I am not sure what you call stove piping. Stove piping as it has been described to me occurs when you shoot ammo with not enough power to throw the bolt rearward far enough for the empty case to clear the chamber. It happens most often when shooting a reduced load in say a model 1911 45 ACP. The normal spring for this gun is a 16 pound spring. I have on hand 10 lb for reduced loads, and 22 lb for heavy loads. With this pistol I also use Wilson Combat shock washers on my guide rod. If you are getting this type of stove piping with a 22 then you need to pick up ammo with a little more oomph. Try CCI Mini Mags or one of the faster 35 to 40 grain ammo types. Fast light bullets will not help that much. You need energy rearward against the bolt.


----------



## Plainsman (Jul 30, 2003)

akuwdiver

Oh, I should have also said the opening is small and the bolt not traveling back all the way returns quickly and captures the empty case. It looks like this:


----------



## mlandrus (Apr 6, 2004)

yeah clean it
if you have powder or debri gumming up your guid rods, it can slow the action down. this in turn will lessen the energy placed on the caseing when it hits the ejector block, and being that this energy is what throws the spent caseing free from the path of the returning bolt, it may not clear and you could end up with quite a few caseings, caught by the base, stuck in between your bolt and barrel. You probably need to do a very deep cleaning of your baby. take it as far appart as you are comfortable with, clean everything, use light oil or breakfree to lube parts, now reassemble.
This should clear your troubles.
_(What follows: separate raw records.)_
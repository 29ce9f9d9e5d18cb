package plots

import (
	"math"

	"gonum.org/v1/plot/vg"
)

// crewPath is a path view at work. Its track is the way of the feet.
type crewPath struct {
	scene
	spec PathViewSpec
	perN float64 // pt/N of the arrows; 0 if there is none
	barN float64 // N, length of the bar that gives their scale
}

const (
	longestPush = 42.0 // pt, the arrow of the greatest force
	shortPush   = 1.5  // pt; less is lost under the mark of the feet
	leastForce  = 1e-6 // N; less is what the digits of a weightless place leave
	pathEdge    = 24.0 // pt kept free around a path, for names
	ringWorth   = 0.25 // the whole ring may shrink the way to this; it halves one of wholeFrom on the deck
	bodyRoom    = 0.25 // of the person, kept free around the path
)

// arrange chooses what is shown, and finds places for all of it.
func (s *crewPath) arrange() {
	must := s.roundRing(s.shown())
	s.forceScale()
	s.lay(must)
	s.bareDeck()
	s.obstacles()
	s.names()
	s.lost = s.pl.solve()
}

// shown is what the view must show: the way and the persons, and the foot of the start
// if that does not spoil the scale.
func (s *crewPath) shown() area {
	var a area
	a.add(s.spec.Way...)
	for _, st := range s.spec.Stations {
		a.add(st.Feet, st.Head)
	}
	a.grow(bodyRoom * s.spec.tallest())
	if size := a.size(); math.Max(size.X, size.Y) < 1e-9 {
		a.grow(0.5)
	}
	foot := a
	foot.add(Point{})
	return better(a, foot)
}

// roundRing is a with the whole ring if the way goes far round it; but not if that goes
// near the axis only, where it would be lost in the ring.
func (s *crewPath) roundRing(a area) area {
	ring := a
	ring.addArc(Point{0, s.radius}, s.radius, 0, 2*math.Pi)
	s.whole = s.gone(a) > wholeFrom && fit(ring.size(), 1, 1) >= ringWorth*fit(a.size(), 1, 1)
	if s.whole {
		return ring
	}
	return a
}

// forceScale makes the greatest force the longest arrow, and picks a round bar below it.
func (s *crewPath) forceScale() {
	most := 0.0
	for _, st := range s.spec.Stations {
		most = math.Max(most, st.Force.norm())
	}
	if most >= leastForce {
		s.perN, s.barN = longestPush/most, roundBelow(most)
	}
}

// lay makes the sheet, with as much paper around must as the arrows want: what that is
// depends on the scale, which depends on it, so that it is done again.
func (s *crewPath) lay(must area) {
	f := frame{left: longestPush, right: longestPush, top: longestPush, bottom: longestPush}
	for range 3 {
		f.left, f.right, f.top, f.bottom = f.left+pathEdge, f.right+pathEdge, f.top+pathEdge, f.bottom+pathEdge
		s.stage = newStage(sheetPlan{title: s.head.title, notes: s.head.notes, strip: true}, must, f)
		f = s.beyond(must)
	}
	s.deck = deckLine{v: s.v, radius: s.radius}
}

// beyond is how far the arrows reach out of a, pt.
func (s *crewPath) beyond(a area) (f frame) {
	lo, hi := s.v.pt(a.min), s.v.pt(a.max)
	for _, st := range s.spec.Stations {
		tip := s.v.pt(st.Feet).Add(s.arrow(st))
		f.left, f.bottom = math.Max(f.left, (lo.X-tip.X).Points()), math.Max(f.bottom, (lo.Y-tip.Y).Points())
		f.right, f.top = math.Max(f.right, (tip.X-hi.X).Points()), math.Max(f.top, (tip.Y-hi.Y).Points())
	}
	return f
}

// arrow is the force at a station on the page.
func (s *crewPath) arrow(st PathStation) vg.Point {
	return xy(st.Force.X*s.perN, st.Force.Y*s.perN)
}

// bareDeck stands in for the structure where the caller gives none.
func (s *crewPath) bareDeck() {
	if len(s.outlines) > 0 {
		return
	}
	deck := Outline{Kind: Deck, Path: Circle(Point{0, s.radius}, s.radius)}
	if s.radius == 0 {
		a := s.v.shown()
		deck.Path = []Segment{Line(Point{a.min.X, 0}, Point{a.max.X, 0})}
	}
	s.outlines = []Outline{deck}
}

// headRadius is that of the dot for a head, pt: true to scale where it can be seen so.
func (s *crewPath) headRadius() float64 {
	const size, least, most = 0.1, 1.7, 3.5 // m, pt, pt
	return math.Max(least, math.Min(most, size*s.v.perM))
}

// plumb is the plumb line of the start down to the deck; nil for a start on the deck.
func (s *crewPath) plumb() []vg.Point {
	const least = 6.0 // pt
	line := s.v.pts([]Point{s.spec.Way[0], {}})
	if pageLength(line) < least {
		return nil
	}
	return line
}

// end is the page point at which the way ends, and the direction in which; false for a
// way that is too short to have one.
func (s *crewPath) end() (tip vg.Point, dir float64, ok bool) {
	way := s.v.pts(s.spec.Way)
	dir, ok = lastWay(way)
	return way[len(way)-1], dir, ok
}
If this does not work, or if you are not too comfortable with the weapon, you should seak the help of a local gun smith. it's probably not as big of a problem as you might of feared.

Happy Shooting: ME


----------



## Militant_Tiger (Feb 23, 2004)

get a new extractor, is what i've heard a lot of. if nothing works ask the guys at rimfirecentral.com/forums


----------